### What the exercise asks
Print word for word the first line of the records below and every following line through the one containing "pub(crate) arrival_ms: [f64;"; print nothing else.

(Records drawn from a dataset)
---+---
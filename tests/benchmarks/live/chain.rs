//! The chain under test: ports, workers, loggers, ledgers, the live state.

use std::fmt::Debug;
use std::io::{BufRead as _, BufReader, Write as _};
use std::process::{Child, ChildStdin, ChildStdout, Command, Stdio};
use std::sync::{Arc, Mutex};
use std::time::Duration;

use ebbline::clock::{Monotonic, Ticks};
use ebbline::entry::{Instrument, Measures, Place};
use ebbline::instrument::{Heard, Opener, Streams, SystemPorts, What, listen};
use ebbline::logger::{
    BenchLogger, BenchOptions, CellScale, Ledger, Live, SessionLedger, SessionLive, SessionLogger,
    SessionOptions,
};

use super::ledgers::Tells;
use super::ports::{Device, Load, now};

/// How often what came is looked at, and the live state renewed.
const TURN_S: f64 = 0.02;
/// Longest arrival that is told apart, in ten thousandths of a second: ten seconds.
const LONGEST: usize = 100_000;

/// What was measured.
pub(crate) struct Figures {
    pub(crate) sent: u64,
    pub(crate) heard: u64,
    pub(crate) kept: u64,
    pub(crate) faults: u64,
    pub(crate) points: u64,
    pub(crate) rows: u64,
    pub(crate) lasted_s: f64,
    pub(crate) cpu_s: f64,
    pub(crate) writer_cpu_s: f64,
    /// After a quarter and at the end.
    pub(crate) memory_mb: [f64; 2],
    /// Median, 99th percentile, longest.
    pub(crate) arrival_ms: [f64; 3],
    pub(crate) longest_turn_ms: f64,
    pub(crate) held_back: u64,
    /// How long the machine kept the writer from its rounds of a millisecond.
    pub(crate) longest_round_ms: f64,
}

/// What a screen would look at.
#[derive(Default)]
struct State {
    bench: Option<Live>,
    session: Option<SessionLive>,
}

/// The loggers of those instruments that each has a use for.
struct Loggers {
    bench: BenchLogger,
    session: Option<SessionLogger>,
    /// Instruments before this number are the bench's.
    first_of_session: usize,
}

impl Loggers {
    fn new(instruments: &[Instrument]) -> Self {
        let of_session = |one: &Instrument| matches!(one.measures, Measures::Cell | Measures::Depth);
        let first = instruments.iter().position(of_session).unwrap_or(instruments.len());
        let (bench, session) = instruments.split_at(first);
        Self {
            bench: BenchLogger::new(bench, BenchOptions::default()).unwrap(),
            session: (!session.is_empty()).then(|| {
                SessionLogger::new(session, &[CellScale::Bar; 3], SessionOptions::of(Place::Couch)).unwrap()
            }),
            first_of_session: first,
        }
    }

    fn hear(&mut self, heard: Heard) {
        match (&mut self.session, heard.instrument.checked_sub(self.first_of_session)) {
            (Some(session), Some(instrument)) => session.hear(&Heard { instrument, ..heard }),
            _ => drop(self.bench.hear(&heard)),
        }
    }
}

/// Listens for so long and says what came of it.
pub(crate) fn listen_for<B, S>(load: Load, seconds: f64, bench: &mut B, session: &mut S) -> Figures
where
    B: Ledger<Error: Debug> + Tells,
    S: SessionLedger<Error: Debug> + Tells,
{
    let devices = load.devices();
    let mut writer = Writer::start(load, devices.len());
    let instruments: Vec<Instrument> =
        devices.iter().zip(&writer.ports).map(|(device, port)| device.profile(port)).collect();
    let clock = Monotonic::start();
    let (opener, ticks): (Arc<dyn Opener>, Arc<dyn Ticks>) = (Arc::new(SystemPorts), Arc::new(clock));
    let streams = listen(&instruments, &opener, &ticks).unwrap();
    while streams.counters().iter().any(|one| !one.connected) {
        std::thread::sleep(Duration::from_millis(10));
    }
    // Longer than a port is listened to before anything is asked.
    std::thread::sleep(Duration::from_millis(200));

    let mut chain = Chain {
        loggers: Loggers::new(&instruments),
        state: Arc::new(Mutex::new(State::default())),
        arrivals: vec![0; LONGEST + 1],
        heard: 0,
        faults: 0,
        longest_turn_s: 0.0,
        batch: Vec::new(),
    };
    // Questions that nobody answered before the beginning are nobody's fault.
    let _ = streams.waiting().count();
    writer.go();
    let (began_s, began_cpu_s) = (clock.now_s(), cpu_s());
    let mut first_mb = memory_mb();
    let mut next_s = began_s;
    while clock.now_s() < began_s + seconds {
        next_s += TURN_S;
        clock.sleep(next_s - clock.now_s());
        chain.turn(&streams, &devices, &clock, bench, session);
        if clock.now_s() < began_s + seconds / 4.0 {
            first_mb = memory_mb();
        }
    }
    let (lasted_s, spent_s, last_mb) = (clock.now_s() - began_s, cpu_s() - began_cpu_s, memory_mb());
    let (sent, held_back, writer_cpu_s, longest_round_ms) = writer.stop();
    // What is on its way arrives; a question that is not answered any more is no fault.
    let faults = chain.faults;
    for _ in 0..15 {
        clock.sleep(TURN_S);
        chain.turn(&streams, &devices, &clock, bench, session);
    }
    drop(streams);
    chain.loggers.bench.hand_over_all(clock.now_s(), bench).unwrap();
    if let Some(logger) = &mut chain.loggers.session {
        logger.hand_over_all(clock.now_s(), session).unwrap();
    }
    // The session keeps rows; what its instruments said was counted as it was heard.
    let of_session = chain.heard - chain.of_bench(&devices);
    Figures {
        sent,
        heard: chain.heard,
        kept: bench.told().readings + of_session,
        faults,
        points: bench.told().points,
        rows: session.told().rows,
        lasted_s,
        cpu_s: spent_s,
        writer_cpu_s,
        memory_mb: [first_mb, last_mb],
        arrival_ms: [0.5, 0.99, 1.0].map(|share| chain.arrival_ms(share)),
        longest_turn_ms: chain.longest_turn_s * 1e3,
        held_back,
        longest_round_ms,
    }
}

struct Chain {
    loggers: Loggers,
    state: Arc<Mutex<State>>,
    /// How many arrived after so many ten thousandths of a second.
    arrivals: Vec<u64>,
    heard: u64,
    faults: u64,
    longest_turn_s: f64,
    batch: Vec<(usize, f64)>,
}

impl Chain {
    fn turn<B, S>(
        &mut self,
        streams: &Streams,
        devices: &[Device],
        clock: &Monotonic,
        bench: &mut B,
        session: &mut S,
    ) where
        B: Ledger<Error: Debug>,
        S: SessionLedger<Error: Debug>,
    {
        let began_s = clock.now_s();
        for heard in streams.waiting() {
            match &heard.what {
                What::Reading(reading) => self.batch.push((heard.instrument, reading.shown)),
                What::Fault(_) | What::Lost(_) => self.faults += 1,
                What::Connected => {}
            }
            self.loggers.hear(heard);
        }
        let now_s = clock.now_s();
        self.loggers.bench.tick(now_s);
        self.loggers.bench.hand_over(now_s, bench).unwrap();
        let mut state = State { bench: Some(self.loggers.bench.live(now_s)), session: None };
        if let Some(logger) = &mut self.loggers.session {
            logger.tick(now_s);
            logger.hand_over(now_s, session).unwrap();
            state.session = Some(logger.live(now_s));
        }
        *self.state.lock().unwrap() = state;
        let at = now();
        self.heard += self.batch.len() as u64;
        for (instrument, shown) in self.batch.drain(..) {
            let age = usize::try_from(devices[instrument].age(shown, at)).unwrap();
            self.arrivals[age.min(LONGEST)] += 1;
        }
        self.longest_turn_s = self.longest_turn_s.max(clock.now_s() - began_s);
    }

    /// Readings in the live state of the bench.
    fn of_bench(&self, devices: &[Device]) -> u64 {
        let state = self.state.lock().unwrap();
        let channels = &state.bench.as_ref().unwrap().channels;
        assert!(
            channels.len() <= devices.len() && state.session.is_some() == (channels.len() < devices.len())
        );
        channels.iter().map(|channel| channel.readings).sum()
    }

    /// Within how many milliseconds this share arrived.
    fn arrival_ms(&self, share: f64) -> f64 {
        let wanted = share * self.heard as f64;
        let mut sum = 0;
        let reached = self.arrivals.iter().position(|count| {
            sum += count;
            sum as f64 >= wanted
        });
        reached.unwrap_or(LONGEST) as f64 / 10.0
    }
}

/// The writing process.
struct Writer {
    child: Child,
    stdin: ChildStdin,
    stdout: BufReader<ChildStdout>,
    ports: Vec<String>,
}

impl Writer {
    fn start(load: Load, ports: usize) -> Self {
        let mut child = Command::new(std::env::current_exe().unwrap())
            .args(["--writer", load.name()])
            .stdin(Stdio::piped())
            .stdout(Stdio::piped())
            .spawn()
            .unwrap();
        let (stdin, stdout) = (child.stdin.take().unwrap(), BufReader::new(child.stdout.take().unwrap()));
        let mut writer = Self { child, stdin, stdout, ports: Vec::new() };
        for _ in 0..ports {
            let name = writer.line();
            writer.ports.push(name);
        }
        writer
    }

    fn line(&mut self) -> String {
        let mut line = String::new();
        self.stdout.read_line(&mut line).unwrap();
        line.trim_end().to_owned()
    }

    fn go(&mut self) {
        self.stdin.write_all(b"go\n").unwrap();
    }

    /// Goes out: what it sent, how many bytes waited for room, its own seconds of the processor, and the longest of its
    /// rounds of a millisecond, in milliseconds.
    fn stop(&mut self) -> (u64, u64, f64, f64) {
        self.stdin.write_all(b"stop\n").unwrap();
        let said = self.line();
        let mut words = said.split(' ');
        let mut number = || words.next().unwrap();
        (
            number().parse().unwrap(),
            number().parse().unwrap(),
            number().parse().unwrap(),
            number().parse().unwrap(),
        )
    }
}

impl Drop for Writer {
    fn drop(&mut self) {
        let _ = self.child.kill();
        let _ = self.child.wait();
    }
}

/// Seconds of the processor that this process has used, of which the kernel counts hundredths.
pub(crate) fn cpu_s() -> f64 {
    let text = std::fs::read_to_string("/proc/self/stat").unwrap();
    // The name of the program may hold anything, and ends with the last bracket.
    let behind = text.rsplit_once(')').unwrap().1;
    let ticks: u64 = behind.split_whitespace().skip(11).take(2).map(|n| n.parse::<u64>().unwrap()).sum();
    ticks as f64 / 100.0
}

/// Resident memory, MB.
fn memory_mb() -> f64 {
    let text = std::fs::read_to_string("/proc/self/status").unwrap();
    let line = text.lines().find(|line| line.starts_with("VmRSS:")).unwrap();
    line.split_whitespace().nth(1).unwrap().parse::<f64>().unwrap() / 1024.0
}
---+---
### Response area
filename tests/benchmarks/live/chain.rs
//! The chain under test: ports, workers, loggers, ledgers, the live state.

use std::fmt::Debug;
use std::io::{BufRead as _, BufReader, Write as _};
use std::process::{Child, ChildStdin, ChildStdout, Command, Stdio};
use std::sync::{Arc, Mutex};
use std::time::Duration;

use ebbline::clock::{Monotonic, Ticks};
use ebbline::entry::{Instrument, Measures, Place};
use ebbline::instrument::{Heard, Opener, Streams, SystemPorts, What, listen};
use ebbline::logger::{
    BenchLogger, BenchOptions, CellScale, Ledger, Live, SessionLedger, SessionLive, SessionLogger,
    SessionOptions,
};

use super::ledgers::Tells;
use super::ports::{Device, Load, now};

/// How often what came is looked at, and the live state renewed.
const TURN_S: f64 = 0.02;
/// Longest arrival that is told apart, in ten thousandths of a second: ten seconds.
const LONGEST: usize = 100_000;

/// What was measured.
pub(crate) struct Figures {
    pub(crate) sent: u64,
    pub(crate) heard: u64,
    pub(crate) kept: u64,
    pub(crate) faults: u64,
    pub(crate) points: u64,
    pub(crate) rows: u64,
    pub(crate) lasted_s: f64,
    pub(crate) cpu_s: f64,
    pub(crate) writer_cpu_s: f64,
    /// After a quarter and at the end.
    pub(crate) memory_mb: [f64; 2],
    /// Median, 99th percentile, longest.
    pub(crate) arrival_ms: [f64; 3],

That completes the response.